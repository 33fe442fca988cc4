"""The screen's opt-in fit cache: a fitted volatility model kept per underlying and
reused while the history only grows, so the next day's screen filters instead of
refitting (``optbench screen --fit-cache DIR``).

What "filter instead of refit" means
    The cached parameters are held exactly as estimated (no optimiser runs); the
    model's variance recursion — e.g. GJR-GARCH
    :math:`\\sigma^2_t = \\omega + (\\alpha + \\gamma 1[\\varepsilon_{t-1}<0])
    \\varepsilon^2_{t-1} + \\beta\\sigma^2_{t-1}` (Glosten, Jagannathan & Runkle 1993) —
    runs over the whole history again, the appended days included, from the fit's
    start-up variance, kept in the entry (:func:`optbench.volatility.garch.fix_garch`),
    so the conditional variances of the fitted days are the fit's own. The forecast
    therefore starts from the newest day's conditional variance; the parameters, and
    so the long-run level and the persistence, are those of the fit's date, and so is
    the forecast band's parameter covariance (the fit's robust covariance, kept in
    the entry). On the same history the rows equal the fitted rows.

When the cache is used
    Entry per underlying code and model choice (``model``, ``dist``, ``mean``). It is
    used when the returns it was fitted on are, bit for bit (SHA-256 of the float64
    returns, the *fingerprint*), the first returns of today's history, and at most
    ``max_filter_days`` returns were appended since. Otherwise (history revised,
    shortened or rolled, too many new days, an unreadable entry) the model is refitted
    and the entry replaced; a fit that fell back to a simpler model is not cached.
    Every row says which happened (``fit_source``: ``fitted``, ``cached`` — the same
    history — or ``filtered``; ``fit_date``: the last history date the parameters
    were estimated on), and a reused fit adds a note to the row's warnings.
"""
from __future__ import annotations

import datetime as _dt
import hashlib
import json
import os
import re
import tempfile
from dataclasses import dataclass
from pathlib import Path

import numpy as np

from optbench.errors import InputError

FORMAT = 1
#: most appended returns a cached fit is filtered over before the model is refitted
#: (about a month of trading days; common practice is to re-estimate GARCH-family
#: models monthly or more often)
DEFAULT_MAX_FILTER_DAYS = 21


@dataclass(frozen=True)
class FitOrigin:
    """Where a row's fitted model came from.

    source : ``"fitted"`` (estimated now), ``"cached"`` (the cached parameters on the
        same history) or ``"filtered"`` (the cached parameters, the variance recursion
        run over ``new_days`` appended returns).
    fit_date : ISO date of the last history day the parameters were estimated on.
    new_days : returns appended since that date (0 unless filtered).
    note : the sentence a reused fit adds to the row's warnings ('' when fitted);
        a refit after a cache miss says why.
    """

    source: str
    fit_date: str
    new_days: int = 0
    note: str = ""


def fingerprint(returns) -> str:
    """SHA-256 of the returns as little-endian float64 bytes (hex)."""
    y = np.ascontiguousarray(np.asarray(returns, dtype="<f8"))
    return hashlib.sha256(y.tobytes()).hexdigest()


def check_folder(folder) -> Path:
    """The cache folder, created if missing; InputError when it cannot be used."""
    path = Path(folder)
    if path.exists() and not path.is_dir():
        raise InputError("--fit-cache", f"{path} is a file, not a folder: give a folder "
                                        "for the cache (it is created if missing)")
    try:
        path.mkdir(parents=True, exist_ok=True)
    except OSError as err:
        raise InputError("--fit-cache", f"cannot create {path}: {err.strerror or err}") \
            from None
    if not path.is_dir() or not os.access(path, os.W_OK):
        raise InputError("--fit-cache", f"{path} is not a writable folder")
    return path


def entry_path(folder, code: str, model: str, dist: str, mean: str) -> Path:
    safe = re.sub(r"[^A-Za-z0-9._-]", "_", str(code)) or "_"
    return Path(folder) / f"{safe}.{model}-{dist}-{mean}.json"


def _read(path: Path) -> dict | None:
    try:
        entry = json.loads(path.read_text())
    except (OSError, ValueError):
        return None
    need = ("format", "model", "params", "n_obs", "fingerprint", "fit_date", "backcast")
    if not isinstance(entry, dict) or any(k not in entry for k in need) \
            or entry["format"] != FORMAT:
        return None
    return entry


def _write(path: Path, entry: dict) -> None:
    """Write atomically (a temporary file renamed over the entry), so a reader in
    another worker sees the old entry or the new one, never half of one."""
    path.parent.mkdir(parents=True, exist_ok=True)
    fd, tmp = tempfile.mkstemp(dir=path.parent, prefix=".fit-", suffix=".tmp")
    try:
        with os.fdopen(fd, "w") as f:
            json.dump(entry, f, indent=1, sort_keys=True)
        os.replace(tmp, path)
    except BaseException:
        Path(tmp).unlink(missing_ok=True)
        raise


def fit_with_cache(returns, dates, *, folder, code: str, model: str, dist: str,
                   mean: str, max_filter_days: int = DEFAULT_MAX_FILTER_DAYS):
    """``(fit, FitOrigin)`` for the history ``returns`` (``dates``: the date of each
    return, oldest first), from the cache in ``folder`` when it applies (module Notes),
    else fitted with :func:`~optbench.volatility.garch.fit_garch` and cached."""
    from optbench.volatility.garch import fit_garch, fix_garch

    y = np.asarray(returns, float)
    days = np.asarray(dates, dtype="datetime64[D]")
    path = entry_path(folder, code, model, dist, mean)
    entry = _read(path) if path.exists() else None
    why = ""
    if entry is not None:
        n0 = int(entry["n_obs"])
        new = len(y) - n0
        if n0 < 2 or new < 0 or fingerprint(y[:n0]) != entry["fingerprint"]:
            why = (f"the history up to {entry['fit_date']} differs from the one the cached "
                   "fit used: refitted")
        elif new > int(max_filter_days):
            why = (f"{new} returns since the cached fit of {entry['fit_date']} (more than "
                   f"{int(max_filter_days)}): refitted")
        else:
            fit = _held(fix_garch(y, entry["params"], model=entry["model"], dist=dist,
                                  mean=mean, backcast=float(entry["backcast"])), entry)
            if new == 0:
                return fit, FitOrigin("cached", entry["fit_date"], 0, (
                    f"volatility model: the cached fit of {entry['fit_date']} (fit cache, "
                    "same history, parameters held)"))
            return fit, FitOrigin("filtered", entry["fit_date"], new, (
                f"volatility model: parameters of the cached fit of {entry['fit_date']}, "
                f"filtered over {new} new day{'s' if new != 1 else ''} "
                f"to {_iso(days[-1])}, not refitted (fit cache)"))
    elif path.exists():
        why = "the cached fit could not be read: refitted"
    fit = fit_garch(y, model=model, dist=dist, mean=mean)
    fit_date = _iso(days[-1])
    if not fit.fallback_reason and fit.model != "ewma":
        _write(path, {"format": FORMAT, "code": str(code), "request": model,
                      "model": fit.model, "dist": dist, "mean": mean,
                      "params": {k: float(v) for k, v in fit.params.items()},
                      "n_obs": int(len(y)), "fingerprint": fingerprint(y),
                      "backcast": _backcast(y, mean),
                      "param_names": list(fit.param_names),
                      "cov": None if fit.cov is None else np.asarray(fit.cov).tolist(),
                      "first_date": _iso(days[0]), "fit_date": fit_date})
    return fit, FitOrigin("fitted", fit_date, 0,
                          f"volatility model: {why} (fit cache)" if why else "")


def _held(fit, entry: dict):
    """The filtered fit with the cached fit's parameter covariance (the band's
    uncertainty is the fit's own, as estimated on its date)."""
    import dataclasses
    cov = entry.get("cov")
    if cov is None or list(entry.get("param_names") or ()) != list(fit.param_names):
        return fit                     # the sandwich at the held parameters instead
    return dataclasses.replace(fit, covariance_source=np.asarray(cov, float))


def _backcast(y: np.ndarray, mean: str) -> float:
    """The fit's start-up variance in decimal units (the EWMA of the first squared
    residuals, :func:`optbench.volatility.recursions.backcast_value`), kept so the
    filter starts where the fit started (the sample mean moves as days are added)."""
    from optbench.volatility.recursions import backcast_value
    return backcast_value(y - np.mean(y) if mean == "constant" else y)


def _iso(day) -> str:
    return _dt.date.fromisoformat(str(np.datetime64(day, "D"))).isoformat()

━━━━━━

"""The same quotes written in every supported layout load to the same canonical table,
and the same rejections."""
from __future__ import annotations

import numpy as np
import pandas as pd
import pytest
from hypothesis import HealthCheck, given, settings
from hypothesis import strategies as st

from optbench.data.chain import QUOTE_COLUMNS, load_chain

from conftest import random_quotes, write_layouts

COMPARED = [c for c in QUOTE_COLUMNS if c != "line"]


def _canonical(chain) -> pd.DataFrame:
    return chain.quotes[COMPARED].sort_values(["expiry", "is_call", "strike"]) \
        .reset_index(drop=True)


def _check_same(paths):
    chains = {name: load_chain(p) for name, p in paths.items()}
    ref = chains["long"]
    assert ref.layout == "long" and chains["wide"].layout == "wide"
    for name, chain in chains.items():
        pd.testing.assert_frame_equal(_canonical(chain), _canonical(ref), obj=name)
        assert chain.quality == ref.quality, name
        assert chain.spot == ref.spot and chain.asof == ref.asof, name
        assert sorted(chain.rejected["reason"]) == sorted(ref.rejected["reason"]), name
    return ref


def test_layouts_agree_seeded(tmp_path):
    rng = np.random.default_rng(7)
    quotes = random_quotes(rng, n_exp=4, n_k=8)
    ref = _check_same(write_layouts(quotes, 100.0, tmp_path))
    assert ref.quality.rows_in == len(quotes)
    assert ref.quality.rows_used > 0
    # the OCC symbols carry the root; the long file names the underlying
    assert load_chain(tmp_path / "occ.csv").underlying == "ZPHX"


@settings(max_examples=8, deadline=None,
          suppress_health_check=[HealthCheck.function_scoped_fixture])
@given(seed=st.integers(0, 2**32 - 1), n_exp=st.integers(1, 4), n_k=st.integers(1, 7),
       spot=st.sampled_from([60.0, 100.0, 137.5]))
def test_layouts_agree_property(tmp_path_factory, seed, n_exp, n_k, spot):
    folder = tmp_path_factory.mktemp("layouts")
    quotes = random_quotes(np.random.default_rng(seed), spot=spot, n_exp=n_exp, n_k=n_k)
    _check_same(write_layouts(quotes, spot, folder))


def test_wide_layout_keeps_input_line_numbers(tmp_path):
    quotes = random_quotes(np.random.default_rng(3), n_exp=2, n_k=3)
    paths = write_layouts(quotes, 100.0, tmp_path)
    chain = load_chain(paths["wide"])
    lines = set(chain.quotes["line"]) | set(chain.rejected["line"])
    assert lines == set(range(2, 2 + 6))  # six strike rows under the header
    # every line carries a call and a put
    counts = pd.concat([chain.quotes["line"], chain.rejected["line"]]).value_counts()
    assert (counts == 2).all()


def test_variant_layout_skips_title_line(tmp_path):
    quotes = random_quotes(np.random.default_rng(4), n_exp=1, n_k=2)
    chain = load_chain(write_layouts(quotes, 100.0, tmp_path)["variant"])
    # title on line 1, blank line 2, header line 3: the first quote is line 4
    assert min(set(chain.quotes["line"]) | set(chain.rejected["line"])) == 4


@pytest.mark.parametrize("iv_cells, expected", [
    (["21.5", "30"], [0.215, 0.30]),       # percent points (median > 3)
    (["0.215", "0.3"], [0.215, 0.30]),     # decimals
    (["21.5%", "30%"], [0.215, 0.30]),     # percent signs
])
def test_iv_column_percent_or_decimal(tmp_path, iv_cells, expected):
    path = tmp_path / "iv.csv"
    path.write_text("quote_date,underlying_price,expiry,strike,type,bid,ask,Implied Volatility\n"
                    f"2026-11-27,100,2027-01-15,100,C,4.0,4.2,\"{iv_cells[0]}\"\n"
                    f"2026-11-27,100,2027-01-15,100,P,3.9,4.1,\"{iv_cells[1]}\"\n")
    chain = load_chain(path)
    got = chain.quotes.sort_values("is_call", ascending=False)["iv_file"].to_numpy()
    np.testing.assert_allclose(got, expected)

━━━━━━

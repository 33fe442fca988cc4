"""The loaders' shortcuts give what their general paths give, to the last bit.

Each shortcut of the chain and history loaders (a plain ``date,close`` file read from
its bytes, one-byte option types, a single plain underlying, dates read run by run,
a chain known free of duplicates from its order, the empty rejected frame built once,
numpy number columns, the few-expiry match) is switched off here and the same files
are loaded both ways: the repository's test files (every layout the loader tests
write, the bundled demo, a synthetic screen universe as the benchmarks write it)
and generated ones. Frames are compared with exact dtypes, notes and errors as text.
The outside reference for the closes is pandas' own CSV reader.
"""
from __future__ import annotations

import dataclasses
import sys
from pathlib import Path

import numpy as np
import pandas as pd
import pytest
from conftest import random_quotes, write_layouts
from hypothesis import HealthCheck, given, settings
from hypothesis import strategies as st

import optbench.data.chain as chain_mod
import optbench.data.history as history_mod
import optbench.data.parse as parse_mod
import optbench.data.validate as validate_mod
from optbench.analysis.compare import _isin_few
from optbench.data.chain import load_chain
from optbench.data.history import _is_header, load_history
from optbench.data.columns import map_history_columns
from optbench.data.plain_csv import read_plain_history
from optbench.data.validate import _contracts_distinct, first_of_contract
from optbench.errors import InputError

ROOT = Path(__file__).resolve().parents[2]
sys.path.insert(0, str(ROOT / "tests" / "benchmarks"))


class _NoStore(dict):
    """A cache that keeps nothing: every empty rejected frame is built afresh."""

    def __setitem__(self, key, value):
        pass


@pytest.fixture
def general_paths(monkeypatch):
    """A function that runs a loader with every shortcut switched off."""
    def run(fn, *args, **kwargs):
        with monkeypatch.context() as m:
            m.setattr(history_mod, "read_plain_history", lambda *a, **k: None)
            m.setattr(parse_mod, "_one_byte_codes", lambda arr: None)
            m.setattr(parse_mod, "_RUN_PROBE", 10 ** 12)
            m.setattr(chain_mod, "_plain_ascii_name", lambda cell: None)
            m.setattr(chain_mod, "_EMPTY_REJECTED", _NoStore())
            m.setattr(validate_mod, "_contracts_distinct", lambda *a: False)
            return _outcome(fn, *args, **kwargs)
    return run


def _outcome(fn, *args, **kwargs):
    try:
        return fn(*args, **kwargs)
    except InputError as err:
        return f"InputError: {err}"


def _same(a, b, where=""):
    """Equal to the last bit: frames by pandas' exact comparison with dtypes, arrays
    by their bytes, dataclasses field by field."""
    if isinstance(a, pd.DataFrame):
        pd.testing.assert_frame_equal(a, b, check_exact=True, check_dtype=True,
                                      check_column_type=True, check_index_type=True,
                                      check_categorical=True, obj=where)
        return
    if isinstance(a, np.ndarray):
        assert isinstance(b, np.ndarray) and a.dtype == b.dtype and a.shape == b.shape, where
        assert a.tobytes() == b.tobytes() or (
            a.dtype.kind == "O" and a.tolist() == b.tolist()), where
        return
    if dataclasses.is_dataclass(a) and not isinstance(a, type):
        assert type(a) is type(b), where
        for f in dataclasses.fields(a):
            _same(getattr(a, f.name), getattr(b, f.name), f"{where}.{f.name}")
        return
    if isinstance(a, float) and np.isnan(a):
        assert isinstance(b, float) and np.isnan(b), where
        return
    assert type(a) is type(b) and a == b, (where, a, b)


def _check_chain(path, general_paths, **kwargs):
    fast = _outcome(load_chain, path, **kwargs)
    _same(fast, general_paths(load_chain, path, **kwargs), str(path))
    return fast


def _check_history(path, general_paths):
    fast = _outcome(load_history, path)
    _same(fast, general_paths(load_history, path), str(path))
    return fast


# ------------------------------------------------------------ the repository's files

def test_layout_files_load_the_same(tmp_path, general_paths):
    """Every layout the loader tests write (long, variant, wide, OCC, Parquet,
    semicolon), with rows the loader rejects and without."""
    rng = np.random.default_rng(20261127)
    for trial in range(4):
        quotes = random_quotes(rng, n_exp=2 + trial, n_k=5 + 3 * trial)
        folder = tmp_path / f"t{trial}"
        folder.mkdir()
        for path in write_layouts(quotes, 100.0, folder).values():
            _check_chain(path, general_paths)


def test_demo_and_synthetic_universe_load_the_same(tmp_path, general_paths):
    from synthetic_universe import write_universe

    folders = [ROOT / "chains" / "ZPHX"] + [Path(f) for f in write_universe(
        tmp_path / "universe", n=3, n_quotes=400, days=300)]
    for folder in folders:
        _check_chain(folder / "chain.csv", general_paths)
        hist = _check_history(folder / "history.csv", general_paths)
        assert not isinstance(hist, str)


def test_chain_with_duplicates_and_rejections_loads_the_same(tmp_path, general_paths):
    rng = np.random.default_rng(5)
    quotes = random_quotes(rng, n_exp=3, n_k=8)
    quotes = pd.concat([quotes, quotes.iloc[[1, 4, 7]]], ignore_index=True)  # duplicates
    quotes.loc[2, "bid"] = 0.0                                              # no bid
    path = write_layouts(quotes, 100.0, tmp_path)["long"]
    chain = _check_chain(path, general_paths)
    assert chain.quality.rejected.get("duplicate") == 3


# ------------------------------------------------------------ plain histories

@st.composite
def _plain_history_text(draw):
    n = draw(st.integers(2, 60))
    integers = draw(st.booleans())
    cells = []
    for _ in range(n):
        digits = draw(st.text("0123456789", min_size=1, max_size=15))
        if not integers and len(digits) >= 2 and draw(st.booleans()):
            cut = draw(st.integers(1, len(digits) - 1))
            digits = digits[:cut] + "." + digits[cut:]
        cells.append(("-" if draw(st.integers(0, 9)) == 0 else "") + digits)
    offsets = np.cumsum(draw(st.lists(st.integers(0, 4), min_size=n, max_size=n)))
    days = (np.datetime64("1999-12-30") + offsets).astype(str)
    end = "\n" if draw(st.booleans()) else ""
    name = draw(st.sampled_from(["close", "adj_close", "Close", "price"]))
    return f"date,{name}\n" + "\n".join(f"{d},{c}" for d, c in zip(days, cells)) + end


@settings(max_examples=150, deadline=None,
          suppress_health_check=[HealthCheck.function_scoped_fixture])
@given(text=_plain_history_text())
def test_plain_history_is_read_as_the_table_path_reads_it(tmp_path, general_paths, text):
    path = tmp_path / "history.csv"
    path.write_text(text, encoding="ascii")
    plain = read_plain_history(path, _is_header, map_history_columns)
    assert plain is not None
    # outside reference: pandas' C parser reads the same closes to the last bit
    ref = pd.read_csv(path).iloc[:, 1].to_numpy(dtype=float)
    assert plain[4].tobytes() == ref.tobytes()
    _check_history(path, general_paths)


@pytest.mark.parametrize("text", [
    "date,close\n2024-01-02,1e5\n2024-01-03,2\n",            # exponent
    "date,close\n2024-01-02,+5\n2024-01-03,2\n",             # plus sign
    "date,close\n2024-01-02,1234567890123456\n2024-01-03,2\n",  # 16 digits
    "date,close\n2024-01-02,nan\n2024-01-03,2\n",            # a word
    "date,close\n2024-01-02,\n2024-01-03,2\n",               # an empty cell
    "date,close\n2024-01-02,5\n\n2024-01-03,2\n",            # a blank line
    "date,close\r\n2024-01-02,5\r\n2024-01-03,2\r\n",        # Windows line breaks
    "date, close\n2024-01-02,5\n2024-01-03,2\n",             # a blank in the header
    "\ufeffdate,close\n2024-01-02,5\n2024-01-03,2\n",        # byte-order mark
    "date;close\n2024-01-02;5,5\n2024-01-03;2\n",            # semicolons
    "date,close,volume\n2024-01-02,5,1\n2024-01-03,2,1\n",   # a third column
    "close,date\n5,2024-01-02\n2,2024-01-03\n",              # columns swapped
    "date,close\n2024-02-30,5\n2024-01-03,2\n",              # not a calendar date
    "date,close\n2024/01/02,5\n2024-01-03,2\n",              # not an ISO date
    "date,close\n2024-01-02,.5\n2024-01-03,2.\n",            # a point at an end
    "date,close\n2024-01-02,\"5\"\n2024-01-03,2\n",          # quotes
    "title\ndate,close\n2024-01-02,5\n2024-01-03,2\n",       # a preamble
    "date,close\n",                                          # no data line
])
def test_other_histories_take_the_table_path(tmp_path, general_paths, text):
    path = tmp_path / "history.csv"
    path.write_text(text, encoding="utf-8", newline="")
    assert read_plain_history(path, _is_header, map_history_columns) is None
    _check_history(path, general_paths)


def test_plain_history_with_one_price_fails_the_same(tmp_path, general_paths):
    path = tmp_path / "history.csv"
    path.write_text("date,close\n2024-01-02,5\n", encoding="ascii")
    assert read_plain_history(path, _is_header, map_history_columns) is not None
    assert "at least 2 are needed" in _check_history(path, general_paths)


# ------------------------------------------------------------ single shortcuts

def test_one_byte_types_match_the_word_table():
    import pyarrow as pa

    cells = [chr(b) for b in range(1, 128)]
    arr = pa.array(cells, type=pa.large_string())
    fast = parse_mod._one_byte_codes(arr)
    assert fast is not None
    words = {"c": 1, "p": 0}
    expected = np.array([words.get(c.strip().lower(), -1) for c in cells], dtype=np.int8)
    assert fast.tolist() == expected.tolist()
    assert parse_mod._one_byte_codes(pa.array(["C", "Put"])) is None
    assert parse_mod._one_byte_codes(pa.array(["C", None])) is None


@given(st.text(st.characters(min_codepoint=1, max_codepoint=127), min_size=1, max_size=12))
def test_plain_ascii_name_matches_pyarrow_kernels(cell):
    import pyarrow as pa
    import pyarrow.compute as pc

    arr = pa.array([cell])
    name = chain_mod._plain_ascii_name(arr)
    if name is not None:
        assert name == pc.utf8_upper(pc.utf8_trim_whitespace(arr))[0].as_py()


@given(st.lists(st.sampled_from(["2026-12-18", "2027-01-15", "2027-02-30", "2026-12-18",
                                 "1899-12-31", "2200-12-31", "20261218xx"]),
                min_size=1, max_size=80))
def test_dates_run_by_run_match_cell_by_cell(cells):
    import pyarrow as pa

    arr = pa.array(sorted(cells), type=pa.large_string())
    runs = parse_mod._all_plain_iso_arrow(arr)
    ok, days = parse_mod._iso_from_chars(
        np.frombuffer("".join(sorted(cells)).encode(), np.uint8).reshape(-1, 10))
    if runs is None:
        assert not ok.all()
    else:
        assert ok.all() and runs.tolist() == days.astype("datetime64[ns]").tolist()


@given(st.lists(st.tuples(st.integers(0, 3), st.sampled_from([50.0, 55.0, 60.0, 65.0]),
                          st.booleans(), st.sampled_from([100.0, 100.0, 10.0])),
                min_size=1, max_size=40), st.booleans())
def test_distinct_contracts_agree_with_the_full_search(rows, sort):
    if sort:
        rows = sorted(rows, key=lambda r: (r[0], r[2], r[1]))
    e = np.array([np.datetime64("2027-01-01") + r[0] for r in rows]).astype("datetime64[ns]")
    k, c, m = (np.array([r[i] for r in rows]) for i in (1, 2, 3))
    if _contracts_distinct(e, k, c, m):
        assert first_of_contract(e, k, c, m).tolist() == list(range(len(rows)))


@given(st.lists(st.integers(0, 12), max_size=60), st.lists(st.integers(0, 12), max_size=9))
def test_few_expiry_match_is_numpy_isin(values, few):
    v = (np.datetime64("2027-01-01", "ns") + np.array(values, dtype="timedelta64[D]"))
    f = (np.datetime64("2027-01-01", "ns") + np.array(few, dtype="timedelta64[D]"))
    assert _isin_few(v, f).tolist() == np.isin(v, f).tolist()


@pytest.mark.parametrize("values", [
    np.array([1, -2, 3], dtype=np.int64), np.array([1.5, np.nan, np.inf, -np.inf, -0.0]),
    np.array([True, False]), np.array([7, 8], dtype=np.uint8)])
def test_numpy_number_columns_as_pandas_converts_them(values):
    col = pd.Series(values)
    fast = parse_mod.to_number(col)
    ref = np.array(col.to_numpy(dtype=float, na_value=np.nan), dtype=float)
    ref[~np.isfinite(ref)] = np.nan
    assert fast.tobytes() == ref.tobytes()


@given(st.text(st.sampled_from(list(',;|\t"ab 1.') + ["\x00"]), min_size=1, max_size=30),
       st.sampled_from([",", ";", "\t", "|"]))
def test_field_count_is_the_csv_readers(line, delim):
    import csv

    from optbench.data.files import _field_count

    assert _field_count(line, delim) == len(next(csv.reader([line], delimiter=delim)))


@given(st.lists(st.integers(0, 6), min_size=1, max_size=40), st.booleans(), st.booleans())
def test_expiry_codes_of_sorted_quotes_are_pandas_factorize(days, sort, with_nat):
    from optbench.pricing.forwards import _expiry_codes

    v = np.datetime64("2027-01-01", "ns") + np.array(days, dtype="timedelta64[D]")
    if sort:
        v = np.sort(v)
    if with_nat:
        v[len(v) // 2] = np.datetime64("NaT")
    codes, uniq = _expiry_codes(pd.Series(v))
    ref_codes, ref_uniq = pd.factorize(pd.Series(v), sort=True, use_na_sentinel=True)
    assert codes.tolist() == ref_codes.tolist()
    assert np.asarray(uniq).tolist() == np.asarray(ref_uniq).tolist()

━━━━━━

What you need to do:
Identify every line above that includes the word "sigma", and show those lines.

Answer space:
    :math:`\\sigma^2_t = \\omega + (\\alpha + \\gamma 1[\\varepsilon_{t-1}<0])
    \\varepsilon^2_{t-1} + \\beta\\sigma^2_{t-1}` (Glosten, Jagannathan & Runkle 1993) —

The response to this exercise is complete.